Beacons have been lit in Commonwealth countries to mark HM Queen Elizabeth II’s Diamond Jubilee as Head of the Commonwealth.
On Monday, 4 June 2012, a network of more than 4,000 beacons were ignited by communities in the Commonwealth, UK Overseas Territories, Channel Islands and the Isle of Man.
The first country to light a beacon was Tonga in the Pacific.
According to ITV News, Tongan Scouts and Girl Guides used traditional coconut sheath torches to light their country's beacon.
In New Zealand a crowd of people saw a beacon being lit in Blenheim, Marlborough, New Zealand.
In Australia, Prime Minister Julia Gillard lit a beacon at Parliament House in Canberra. The ceremony was attended by Leader of the Opposition, Tony Abbot MP, Scouts, Guides and students, reported ITV News.
“These beacons glowing around the world symbolise one family across a wide world, the family of the Commonwealth nations, rich in their diversity but united now in admiration of the unstinting service of the Queen,” said Ms Gillard.
Over in Africa, a beacon was ignited at The Treetops Hotel in the Aberdare national park, Kenya. The Queen was staying at the hotel when she acceded to the throne after her father George VI died in 1952.

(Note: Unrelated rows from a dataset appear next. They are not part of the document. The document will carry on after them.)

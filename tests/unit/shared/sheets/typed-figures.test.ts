import { describe, expect, it } from 'vitest'
import { parseDegrees, parseMetres, parseMillimetres, parseScale } from '@shared/sheets/typed-figures'

describe('parseDegrees', () => {
  it.each([
    ['-35.875', -35.875],
    ['−35.875', -35.875],
    ['35.875 W', -35.875],
    ['35,875w', -35.875],
    ['35°52\'30" W', -35.875],
    ['35°52′30″W', -35.875],
    ['35 52 30 W', -35.875],
    ["35°52.5'W", -35.875],
    ["35° 52' 30'' W", -35.875],
    ['35°45′ W', -35.75],
    ['0', 0],
    ['180 E', 180],
    ['7', 7],
  ])('reads the longitude %s', (text, value) => {
    const read = parseDegrees(text, 'longitude')
    expect(read).toMatchObject({ outcome: 'figure' })
    // A second has no exact binary fraction: a millionth of an arc second is far below the 1 mm grid.
    expect(read.outcome === 'figure' && read.value).toBeCloseTo(value, 10)
  })

  it.each([
    ['181', 'longitude', /at most 180°/],
    ['91 N', 'latitude', /at most 90°/],
    ['47.5 W', 'latitude', /ends in N or S, not in W/],
    ['35.8 N', 'longitude', /ends in E or W, not in N/],
    ['-35.8 W', 'longitude', /not both/],
    ["35°61' W", 'longitude', /less than 60/],
    ['thirty-five', 'longitude', /is written like/],
    ['35.8.1', 'longitude', /is written like/],
    ['NaN', 'longitude', /is written like/],
    ['1e3', 'longitude', /is written like/],
  ] as const)('refuses %s as %s in a sentence', (text, axis, reason) => {
    const read = parseDegrees(text, axis)
    expect(read.outcome === 'refused' && read.reason).toMatch(reason)
  })

  it('knows an empty field from a wrong one', () => {
    expect(parseDegrees('  ', 'latitude')).toEqual({ outcome: 'empty' })
  })
})

describe('parseMetres', () => {
  it.each([
    ['284000', 284_000],
    ['284 000', 284_000],
    ['5\u202f278\u202f000.5', 5_278_000.5],
    ['-12,5 m', -12.5],
  ])('reads %s', (text, value) => {
    expect(parseMetres(text)).toEqual({ outcome: 'figure', value })
  })

  it.each(['12 km', 'Infinity', '0x10', '1.2.3'])('refuses %s', (text) => {
    expect(parseMetres(text).outcome).toBe('refused')
  })
})

describe('parseScale', () => {
  it.each(['24000', '24 000', '1:24 000', '1 : 24,000', '1/24000', '1:24.000'])('reads %s', (text) => {
    expect(parseScale(text)).toEqual({ outcome: 'figure', value: 24_000 })
  })

  it.each(['0', '499', '1:10 000 001', '2:24000', '-24000', '1:24000.5', 'large'])('refuses %s', (text) => {
    expect(parseScale(text).outcome).toBe('refused')
  })
})

describe('parseMillimetres', () => {
  it('reads a side of a page and refuses one that no page has', () => {
    expect(parseMillimetres('841 mm')).toEqual({ outcome: 'figure', value: 841 })
    expect(parseMillimetres('99').outcome).toBe('refused')
    expect(parseMillimetres('2001').outcome).toBe('refused')
    expect(parseMillimetres('A1').outcome).toBe('refused')
  })
})
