import type { Edit } from '@shared/changes/change-set'
import { describeChanges } from '@shared/changes/describe-changes'
import type { Item, ItemOf } from '@shared/items/item'
import { isSame } from '@shared/changes/same-value'
import { useSheetStore } from '@/stores/sheet'

/** Why an edit was refused: sentences by JSON pointer into the item (`/properties/dip`), '' for the whole. Undefined
 *  where it was taken. */
export type Refusal = Record<string, string> | undefined

/** Edits from forms: each goes through the sheet's one door, named by what it changes. */
export function useItemEdits() {
  const sheet = useSheetStore()

  /** Commits edits as one change; one that changes nothing is left out. */
  function commit(edits: readonly Edit[]): Refusal {
    const real = edits.filter((edit) => !isSame(edit.before, edit.after))
    if (real.length === 0) return undefined
    const outcome = sheet.commit(describeChanges(real), real)
    if (outcome.outcome === 'done') return undefined
    return Object.fromEntries(outcome.errors.map((error) => [error.pointer, error.detail]))
  }

  /** Changes properties of one item on top of what it is now, so that a field left late undoes nobody's work. */
  function change<K extends Item['kind']>(
    item: ItemOf<K>,
    properties: Partial<ItemOf<K>['properties']>,
  ): Refusal {
    return changeAll([item], properties)
  }

  /** The same for several items at once: one change. */
  function changeAll<K extends Item['kind']>(
    items: readonly ItemOf<K>[],
    properties: Partial<ItemOf<K>['properties']>,
  ): Refusal {
    return commit(
      items.flatMap((item) => {
        const now = sheet.get(item.id)
        return now ? [{ before: now, after: withProperties(now, properties) }] : []
      }),
    )
  }

  /** Takes items off the sheet. */
  const remove = (items: readonly Item[]): Refusal =>
    commit(items.map((item) => ({ before: item, after: null })))

  /** Puts a new item on the sheet. */
  const add = (item: Item): Refusal => commit([{ before: null, after: item }])

  return { commit, change, changeAll, remove, add }
}

const withProperties = (item: Item, properties: object): Item =>
  // The door checks the outcome with the schema of the item's kind, which the type of a spread cannot say.
  ({ ...item, properties: { ...item.properties, ...properties } }) as Item
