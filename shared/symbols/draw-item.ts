import type { Item, ItemOf, LineItem } from '../items/item'
import type { UnitProperties } from '../items/legend'
import type { LineSymbol } from './definition'
import { contacts } from './definitions/contacts'
import { faults } from './definitions/faults'
import { folds } from './definitions/folds'
import { otherLines } from './definitions/other-lines'
import type { DisplayList } from './display-list'
import { drawAttitude } from './draw-attitude'
import { drawLine } from './draw-line'
import { drawLineation } from './draw-lineation'
import { drawPlace } from './draw-place'
import { drawUnitLabel, unitLabelText, type LabelStand } from './draw-unit-label'
import { toMm, type DrawingFrame } from './frame'
import type { LineDrawing } from './line-drawing'
import { placeMarks } from './place-marks'
import { plungeHeads } from './plunge-heads'

/** What some items' drawings depend on besides themselves. */
export interface DrawingContext {
  unitOf(id: string): UnitProperties | undefined
  /** Where the letters of a unit label stand, if not at its place. */
  standOf?(label: string): LabelStand | undefined
}

/** All line symbols, in the order of the palette. */
export const lineSymbols: readonly LineSymbol[] = [...contacts, ...faults, ...folds, ...otherLines]

/** The type or form that picks a line's symbol within its kind. */
export function variantOf(item: Pick<LineItem, 'kind' | 'properties'>): string {
  if ('type' in item.properties) return item.properties.type
  return 'form' in item.properties ? item.properties.form : ''
}

/** The symbol of a line item. */
export function lineSymbolOf(item: Pick<LineItem, 'kind' | 'properties'>): LineSymbol {
  const variant = variantOf(item)
  const symbol = lineSymbols.find(
    (candidate) => candidate.kind === item.kind && candidate.variant === variant,
  )
  if (!symbol) throw new RangeError(`There is no symbol for ${item.kind} ${variant}.`)
  return symbol
}

/** An item as a display list, in the frame's millimetres: a line whole, a point about its place. Units and the sheet face
 *  have no drawing of their own and give an empty list.
 *  @param context where unit labels find their letters; a label without one is drawn `?` */
export function drawItem(item: Item, frame: DrawingFrame, context?: DrawingContext): DisplayList {
  switch (item.kind) {
    case 'contact':
    case 'fault':
    case 'axial-trace':
    case 'other-line':
      return drawLineItem(item, frame)
    case 'attitude':
    case 'lineation':
    case 'station':
      return drawPointItem(item, frame)
    case 'unit-label':
      return drawUnitLabel(
        unitLabelText(item.properties, (id) => context?.unitOf(id)),
        toMm(frame, item.geometry.coordinates),
        context?.standOf?.(item.id),
      )
    case 'unit':
    case 'sheet-face':
      return []
  }
}

function drawPointItem(item: ItemOf<'attitude' | 'lineation' | 'station'>, frame: DrawingFrame): DisplayList {
  const place = item.geometry.coordinates
  const [at, convergence] = [toMm(frame, place), frame.convergenceAt(place)]
  switch (item.kind) {
    case 'attitude':
      return drawAttitude(item.properties, at, convergence)
    case 'lineation':
      return drawLineation(item.properties, at, convergence)
    case 'station':
      return drawPlace(item.properties, at, convergence)
  }
}

function drawLineItem(item: LineItem, frame: DrawingFrame): DisplayList {
  // Measured from the line's own first vertex, so that rounding is the same wherever the drawing begins, and moved there last.
  const { coordinates } = item.geometry
  const start = coordinates[0] ?? frame.origin
  const own = { ...frame, origin: start }
  const points = coordinates.map((place) => toMm(own, place))
  const [dx, dy] = toMm(frame, start)
  const { locationConfidence, identity } = item.properties
  const isLeft = 'side' in item.properties && item.properties.side === 'left'
  const list = drawLine(lineSymbolOf(item), points, {
    locationConfidence,
    identity,
    attributes: { side: isLeft ? 1 : -1 },
    ...(item.kind === 'axial-trace'
      ? { plunge: plungeHeads(item, (place) => frame.convergenceAt(place)) }
      : {}),
    ...(item.kind === 'fault' ? dipOf(item) : {}),
  })
  return dx === 0 && dy === 0 ? list : placeMarks(list, ([x, y]) => [x + dx, y + dy])
}

/** A fault plane's dip, by the whole degrees that are printed; one that lies flat dips nowhere. */
const dipOf = ({ properties: { dip } }: ItemOf<'fault'>): Pick<LineDrawing, 'dip'> =>
  dip === null || Math.round(dip) === 0 ? {} : { dip: { degrees: dip, figure: true } }
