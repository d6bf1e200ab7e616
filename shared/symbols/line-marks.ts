import type { Item, LineItem } from '../items/item'
import type { Millimetres, MM } from '../units'
import type { LineSymbol } from './definition'
import type { DisplayList } from './display-list'
import { lineSymbols } from './draw-item'
import { drawLine } from './draw-line'
import type { LineDrawing } from './line-drawing'
import { keptInRow } from './sample-row'

/** Something that may stand on lines of several symbols and is explained once for all of them. */
export interface LineMark {
  /** Stable name, for example `mark.questioned`. */
  id: string
  /** What it means, as the legend says it. */
  title: string
  /** Kind of line that its sample is drawn on. */
  on: LineItem['kind']
  /** What of a line's drawing makes the mark. */
  drawing: Partial<LineDrawing>
  isOn(item: Item): boolean
}

const doubly =
  (way: 'outward' | 'inward') =>
  (item: Item): boolean =>
    item.kind === 'axial-trace' && item.properties.doubly === way

/** Every such mark, in the order of the legend. */
export const lineMarks: readonly LineMark[] = [
  {
    id: 'mark.questioned',
    title: '?, identity questionable',
    isOn: (item) => 'identity' in item.properties && item.properties.identity === 'questionable',
    on: 'contact',
    drawing: { identity: 'questionable' },
  },
  {
    id: 'mark.fault-dip',
    title: 'Way and angle of dip of a fault',
    isOn: (item) =>
      item.kind === 'fault' && item.properties.dip !== null && Math.round(item.properties.dip) > 0,
    on: 'fault',
    drawing: { dip: { degrees: 60, figure: true } },
  },
  {
    id: 'mark.plunge',
    title: 'Way and angle of plunge of a fold',
    isOn: (item) =>
      item.kind === 'axial-trace' &&
      item.properties.doubly === 'no' &&
      item.properties.plunge !== null &&
      Math.round(item.properties.plunge) > 0,
    on: 'axial-trace',
    drawing: { plunge: [{ end: 'end', points: 'out', degrees: 20 }] },
  },
  {
    id: 'mark.plunge-outward',
    title: 'Fold plunging both ways from a culmination',
    isOn: doubly('outward'),
    on: 'axial-trace',
    drawing: {
      plunge: [
        { end: 'start', points: 'out', degrees: null },
        { end: 'end', points: 'out', degrees: null },
      ],
    },
  },
  {
    id: 'mark.plunge-inward',
    title: 'Fold plunging both ways into a depression',
    isOn: doubly('inward'),
    on: 'axial-trace',
    drawing: {
      plunge: [
        { end: 'start', points: 'in', degrees: null },
        { end: 'end', points: 'in', degrees: null },
      ],
    },
  },
]

/** Marks that stand on the sheet's items, in the order of the legend. */
export function marksInUse(items: Iterable<Item>): LineMark[] {
  const missing = new Set(lineMarks)
  for (const item of items) {
    for (const mark of missing) if (mark.isOn(item)) missing.delete(mark)
    if (missing.size === 0) break
  }
  return lineMarks.filter((mark) => !missing.has(mark))
}

/** The sample of a mark at its true size, in a box with its origin at the lower left: on a line across its middle, or up
 *  its left half where an arrow stands beside the line. */
export function drawMark(
  { on, drawing }: LineMark,
  { width, height }: { width: Millimetres; height: Millimetres },
): DisplayList {
  const symbol = lineSymbols.find(({ kind }) => kind === on)
  if (!symbol) throw new RangeError(`There is no symbol for ${on}.`)
  const line: MM[] = drawing.dip
    ? [
        [width / 3, 0],
        [width / 3, height],
      ]
    : [
        [0, height / 2],
        [width, height / 2],
      ]
  // The mark alone: what the symbol itself shows has its own row.
  const plain: LineSymbol = { ...symbol }
  delete plain.decoration
  const list = drawLine(plain, line, {
    locationConfidence: 'certain',
    identity: 'certain',
    attributes: { side: -1 },
    ...drawing,
  })
  return keptInRow(list, height)
}
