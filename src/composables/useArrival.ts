import { nextTick, ref } from 'vue'
import { useRouter } from 'vue-router'

/** On arriving at another page its name is announced and its main part takes the focus, as when a document is loaded. */
export function useArrival() {
  const announcement = ref('')
  const router = useRouter()
  let isFirst = true
  router.afterEach(async (to, from) => {
    if (!isFirst && to.name === from.name) return
    announcement.value = to.meta.title
    const wasFirst = isFirst
    isFirst = false
    if (wasFirst) return
    await nextTick()
    const main = document.querySelector('main')
    // A field that asks for the focus itself keeps it.
    if (!main || main.contains(document.activeElement)) return
    main.setAttribute('tabindex', '-1')
    main.focus({ preventScroll: true })
  })
  return { announcement }
}
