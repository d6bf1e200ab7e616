import type { UnitProperties } from '../items/legend'
import type { Millimetres } from '../units'
import type { DisplayList, TextMark } from './display-list'
import { drawFace } from './draw-face'
import { polyline } from './paths'
import { measureText } from './text-metrics'
import type { UnitFill } from './unit-fill'

/** Letters of a swatch, the room they leave at its sides, and the halo that parts them from a pattern. */
const swatchType = { size: 2.9, weight: 700, edge: 0.6, halo: 0.4 } as const

/** The swatch of a unit: its fill in a hairline frame, with its letters, made smaller where they would not fit. */
export function drawUnitSwatch(
  unit: Pick<UnitProperties, 'label'>,
  fill: UnitFill,
  size: { width: Millimetres; height: Millimetres },
): DisplayList {
  const { width, height } = size
  const corners = polyline(
    [
      [0, 0],
      [width, 0],
      [width, height],
      [0, height],
    ],
    true,
  )
  const label: TextMark = {
    mark: 'text',
    text: unit.label,
    at: [width / 2, height / 2],
    size: swatchType.size * letterFit(unit.label, size),
    weight: swatchType.weight,
    ink: 'black',
    align: 'middle',
    ...(fill.pattern ? { halo: swatchType.halo, haloInk: fill.ground ?? 'paper' } : {}),
  }
  return [
    ...drawFace(corners, fill, [width / 2, height / 2]),
    { mark: 'stroke', path: corners, width: 0.2, ink: 'black' },
    label,
  ]
}

/** Share of their size at which letters fit a swatch. */
function letterFit(label: string, { width, height }: { width: Millimetres; height: Millimetres }): number {
  const natural = measureText(label, swatchType.size, swatchType.weight)
  const room = width - 2 * swatchType.edge
  return Math.min(1, room / Math.max(natural, 0.1), (height * 0.8) / swatchType.size)
}
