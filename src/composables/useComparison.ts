import { computed, ref, shallowRef, watch } from 'vue'
import { compareStates, type DifferenceCount, type NamedState } from '@shared/api/comparisons'
import { getItems } from '@shared/api/ledger'
import type { Problem } from '@shared/api/problems'
import type { Difference } from '@shared/changes/differences'
import type { Item } from '@shared/items/item'
import { ApiProblem, call } from '@/api/client'
import { useSheetStore } from '@/stores/sheet'

/** Differences read at a time. */
const PAGE = 2000

/** What differs between two states of the open sheet, page by page, and what is the same in both.
 *  @param states a revision's number, `edition-2` or `latest`; the latest is followed as the sheet changes */
export function useComparison(states: () => { from: string; to: string }) {
  const sheet = useSheetStore()
  const differences = shallowRef<readonly Difference[]>([])
  const counts = shallowRef<readonly DifferenceCount[]>([])
  /** The two states as revisions; null before the answer. */
  const compared = shallowRef<{ from: NamedState; to: NamedState } | null>(null)
  /** Everything on the sheet in the later state. */
  const items = shallowRef<readonly Item[]>([])
  const next = ref<string | null>(null)
  const isLoading = ref(false)
  const problem = ref<Problem | null>(null)
  let turn = 0

  const same = computed(() => {
    const differing = new Set(differences.value.map(({ id }) => id))
    return items.value.filter(({ id }) => !differing.has(id))
  })

  async function read(after?: string): Promise<void> {
    const number = sheet.sheet?.number
    if (!number) return
    const mine = ++turn
    isLoading.value = true
    problem.value = null
    try {
      const params = { sheet: number }
      const query = { ...states(), limit: PAGE, ...(after === undefined ? {} : { after }) }
      const page = await call(compareStates, { params, query })
      if (mine !== turn) return
      if (after === undefined) await begin(params, page.to.revision, mine)
      if (mine !== turn) return
      differences.value = after === undefined ? page.differences : [...differences.value, ...page.differences]
      counts.value = page.counts ?? counts.value
      compared.value = { from: page.from, to: page.to }
      next.value = page.next
    } catch (error) {
      if (!(error instanceof ApiProblem)) throw error
      if (mine !== turn) return
      problem.value = error.problem
      if (after === undefined) forget()
    } finally {
      if (mine === turn) isLoading.value = false
    }
  }

  /** Nothing of other states stays under the names of these. */
  function forget(): void {
    differences.value = []
    counts.value = []
    items.value = []
    compared.value = null
    next.value = null
  }

  /** What the later state has on the sheet; the open sheet itself where that is it. */
  async function begin(params: { sheet: string }, revision: number, mine: number): Promise<void> {
    const isOpen = revision === sheet.saved.revision && sheet.saved.waiting === 0
    const found = isOpen ? sheet.all() : (await call(getItems, { params, query: { revision } })).items
    if (mine === turn) items.value = found
  }

  watch(
    [
      () => sheet.sheet?.number,
      () => states().from,
      () => states().to,
      () => (Object.values(states()).includes('latest') ? sheet.saved.revision : 0),
    ],
    () => void read(),
    { immediate: true },
  )

  const readMore = (): Promise<void> =>
    next.value === null || isLoading.value ? Promise.resolve() : read(next.value)

  return { differences, counts, compared, same, next, isLoading, problem, readMore }
}
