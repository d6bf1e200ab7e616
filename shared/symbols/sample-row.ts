import type { Millimetres } from '../units'
import type { DisplayList } from './display-list'
import { boundsOf, placeMarks } from './place-marks'

/** A sample moved up or down by as much as its ink needs to stay in a row of a height, from 0 up; what is higher than the row
 *  stands out as far above as below. */
export function keptInRow(list: DisplayList, height: Millimetres): DisplayList {
  const box = boundsOf(list)
  if (!box) return list
  const [over, under] = [box.y + box.height - height, -box.y]
  if (over <= 0 && under <= 0) return list
  const move = over + under > 0 ? (under - over) / 2 : under > 0 ? under : -over
  return placeMarks(list, ([x, y]) => [x, y + move])
}
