import { locationConfidences, type LocationConfidence } from '../items/confidence'
import type { Item, ItemOf } from '../items/item'
import {
  axialTracePropertiesSchema,
  contactPropertiesSchema,
  faultPropertiesSchema,
  otherLinePropertiesSchema,
} from '../items/lines'
import type { Millimetres } from '../units'
import type { LineSymbol } from './definition'
import type { DisplayList, Mark } from './display-list'
import { lineSymbolOf, lineSymbols } from './draw-item'
import { drawLine } from './draw-line'
import type { LegendEntry, LegendKind, PointEntry } from './legend-entry'
import { boundsOf, placeMarks } from './place-marks'
import { keptInRow } from './sample-row'
import { drawPointEntry, pointEntries, pointEntryIdOf } from './point-entries'

export type { LegendEntry, LegendKind } from './legend-entry'

/** An item that has a legend entry. */
type ExplainedItem = ItemOf<LegendKind>

const lineId = (symbol: LineSymbol, confidence: LocationConfidence): string => `${symbol.id}.${confidence}`

function lineEntry(symbol: LineSymbol, locationConfidence: LocationConfidence): LegendEntry {
  const basis = {
    id: lineId(symbol, locationConfidence),
    group: 'lines' as const,
    title: `${symbol.title}, ${locationConfidence}`,
    ...(symbol.explains === undefined ? {} : { explains: symbol.explains }),
  }
  const { kind, variant } = symbol
  switch (kind) {
    case 'contact':
      return { ...basis, kind, properties: contactPropertiesSchema.parse({ locationConfidence }) }
    case 'fault':
      return {
        ...basis,
        kind,
        properties: faultPropertiesSchema.parse({ locationConfidence, type: variant }),
      }
    case 'axial-trace':
      return {
        ...basis,
        kind,
        properties: axialTracePropertiesSchema.parse({ locationConfidence, form: variant }),
      }
    case 'other-line':
      return {
        ...basis,
        kind,
        properties: otherLinePropertiesSchema.parse({ locationConfidence, type: variant }),
      }
  }
}

/** Every entry, in the order of the palette: lines by kind and confidence, then points. */
export const legendEntries: readonly LegendEntry[] = [
  ...lineSymbols.flatMap((symbol) => locationConfidences.map((confidence) => lineEntry(symbol, confidence))),
  ...pointEntries,
]

const entriesById: ReadonlyMap<string, LegendEntry> = new Map(legendEntries.map((entry) => [entry.id, entry]))

/** The entry that explains an item; undefined for unit labels, units and the sheet face, which the legend shows as swatches
 *  or not at all. What may stand on any line, as a query or a plunge, is explained by `line-marks.ts`. */
export function legendEntryOf(item: ExplainedItem): LegendEntry
export function legendEntryOf(item: Item): LegendEntry | undefined
export function legendEntryOf(item: Item): LegendEntry | undefined {
  switch (item.kind) {
    case 'contact':
    case 'fault':
    case 'axial-trace':
    case 'other-line':
      return entriesById.get(lineId(lineSymbolOf(item), item.properties.locationConfidence))
    case 'attitude':
    case 'lineation':
    case 'station':
      return entriesById.get(pointEntryIdOf(item))
    default:
      return undefined
  }
}

interface Size {
  width: Millimetres
  height: Millimetres
}

/** The sample of an entry at its true size, in a box with its origin at the lower left: a point at its centre, a line across
 *  its middle, or as far off it as what stands on one side needs. What is higher or wider than the box is not cut. */
export function drawEntry(entry: LegendEntry, size: Size): DisplayList {
  if (isPointEntry(entry)) return centred(drawPointEntry(entry), size)
  const middle = size.height / 2
  const list = drawLine(
    lineSymbolOf(entry),
    [
      [0, middle],
      [size.width, middle],
    ],
    {
      locationConfidence: entry.properties.locationConfidence,
      identity: entry.properties.identity,
      attributes: { side: 1 },
    },
  )
  return keptInRow(list, size.height)
}

const isPointEntry = (entry: LegendEntry): entry is PointEntry => entry.group === 'points'

function centred(marks: readonly Mark[], size: Size): Mark[] {
  const box = boundsOf(marks)
  if (!box) return []
  const dx = size.width / 2 - (box.x + box.width / 2)
  const dy = size.height / 2 - (box.y + box.height / 2)
  return placeMarks(marks, ([x, y]) => [x + dx, y + dy])
}
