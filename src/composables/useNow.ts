import { onScopeDispose, ref, type Ref } from 'vue'

/** The present moment, milliseconds since 1970, renewed every half minute while the component lives. */
export function useNow(): Ref<number> {
  const now = ref(Date.now())
  const timer = setInterval(() => (now.value = Date.now()), 30_000)
  onScopeDispose(() => clearInterval(timer))
  return now
}
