import type { ItemOf, PointItem } from '../items/item'
import { dot, poleDirection } from '../structure/directions'
import { toDegrees, type Degrees } from '../units'
import { attitudeCaseOf } from './draw-attitude'

/** How much a kind of plane says about the structure of a sheet. Source: common practice: bedding first, then what was
 *  made later. */
const planeRank: Record<ItemOf<'attitude'>['properties']['type'], number> = {
  bedding: 60,
  foliation: 45,
  cleavage: 35,
  joint: 25,
}
/** Cases that a reader looks for: they turn the reading of all that stand around them. */
const caseRank: Record<ReturnType<typeof attitudeCaseOf>, number> = {
  overturned: 25,
  vertical: 15,
  horizontal: 10,
  inclined: 0,
}
const lineationRank: Record<ItemOf<'lineation'>['properties']['type'], number> = {
  'minor-fold-axis': 50,
  lineation: 40,
}
/** Named places come before plain stations, of which there are most and which say least. */
const PLACE_RANK = 55
const STATION_RANK = 5
/** What a plane gains by its steepness, and by being unlike its neighbours, at most. */
const STEEPNESS_WORTH = 8
const DISTINCTNESS_WORTH = 22
/** What the only symbol of its sort on a sheet gains; of several each gains less. */
const RARITY_WORTH = 24

/** How a symbol stands among the others of its sheet. */
export interface Standing {
  /** Smallest angle to the like planes nearest to it, degrees, 0–90. */
  distinctness: Degrees
  /** How many symbols of the sheet look like it, itself among them. */
  alike: number
}

/** How much a symbol matters where there is no room for all of them; the greater number stays. Overturned and vertical
 *  bedding come first; of two of a sort the steeper one, and the one that tells more than its neighbours do already;
 *  and what is rare on the sheet before what is repeated. Source: common practice; the numbers are ours. */
export function importanceOf(item: PointItem, standing: Standing): number {
  return ownImportance(item, standing.distinctness) + RARITY_WORTH / Math.sqrt(standing.alike)
}

function ownImportance(item: PointItem, distinctness: Degrees): number {
  switch (item.kind) {
    case 'attitude': {
      const { type, dip, topsKnown } = item.properties
      const own = planeRank[type] + caseRank[attitudeCaseOf(item.properties)] + (topsKnown ? 5 : 0)
      return own + (dip / 90) * STEEPNESS_WORTH + (distinctness / 90) * DISTINCTNESS_WORTH
    }
    case 'lineation':
      return lineationRank[item.properties.type] + (item.properties.plane ? 5 : 0)
    case 'station':
      return item.properties.type === 'station' ? STATION_RANK : PLACE_RANK
    case 'unit-label':
      // Every area is labelled: a label never gives way.
      return Infinity
  }
}

/** Angle between two planes, degrees, 0–90: that between their poles. */
export function planesApart(a: Plane, b: Plane): Degrees {
  const cosine = Math.abs(dot(poleDirection(a), poleDirection(b)))
  return toDegrees(Math.acos(Math.min(1, cosine)))
}

interface Plane {
  strike: Degrees | null
  dip: Degrees
}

At the Commonwealth Youth Programme (CYP) Africa Centre in Lusaka, Zambia, CYP Africa Regional Director James Odit lit a beacon at an event officiated by Zambia Vice-President Dr Guy Scott and British High Commissioner to Zambia James Thornton.
The event was attended by Commonwealth high commissioners accredited to Zambia, senior government officials, diplomats, young people and the Zambian community.
The CYP Pacific Centre in Solomon Islands jointly hosted a Diamond Jubilee event with the Office of the Governor-General and the Solomon Islands Scouts Association in Honiara.
Prime Minister of Solomon Islands Gordon Darcy Lilo; the acting Governor-General; Solomon Islands Minister for Forestry and former Prime Minister, Sir Allan Kemakeza; government ministers; and diplomatic representatives attended an official ceremony.
Young people from schools and the Solomon Islands Scouts Association and the Royal Solomon Islands Police Force and its band led a colourful parade.
Sir Allan launched a photographic exhibition of images depicting a history of the Royal Family’s visits to Solomon Islands.
A beacon, constructed by the local Honiara Scout group, was lit on a hill overlooking Lawson Tama Stadium.
Sir Allan began by lighting dried vegetation from the bottom of the hill, which then glided up the hillside timed to ignite the bonfire at exactly 10 pm.
The celebrations continued into the evening with a Thanksgiving Service for Her Majesty, followed by energetic traditional island dancing from various cultural groups from Malaita, Rennell and Bellona provinces as well as from local Honiara groups.
The Queen lit the last beacon on the Mall in London, UK.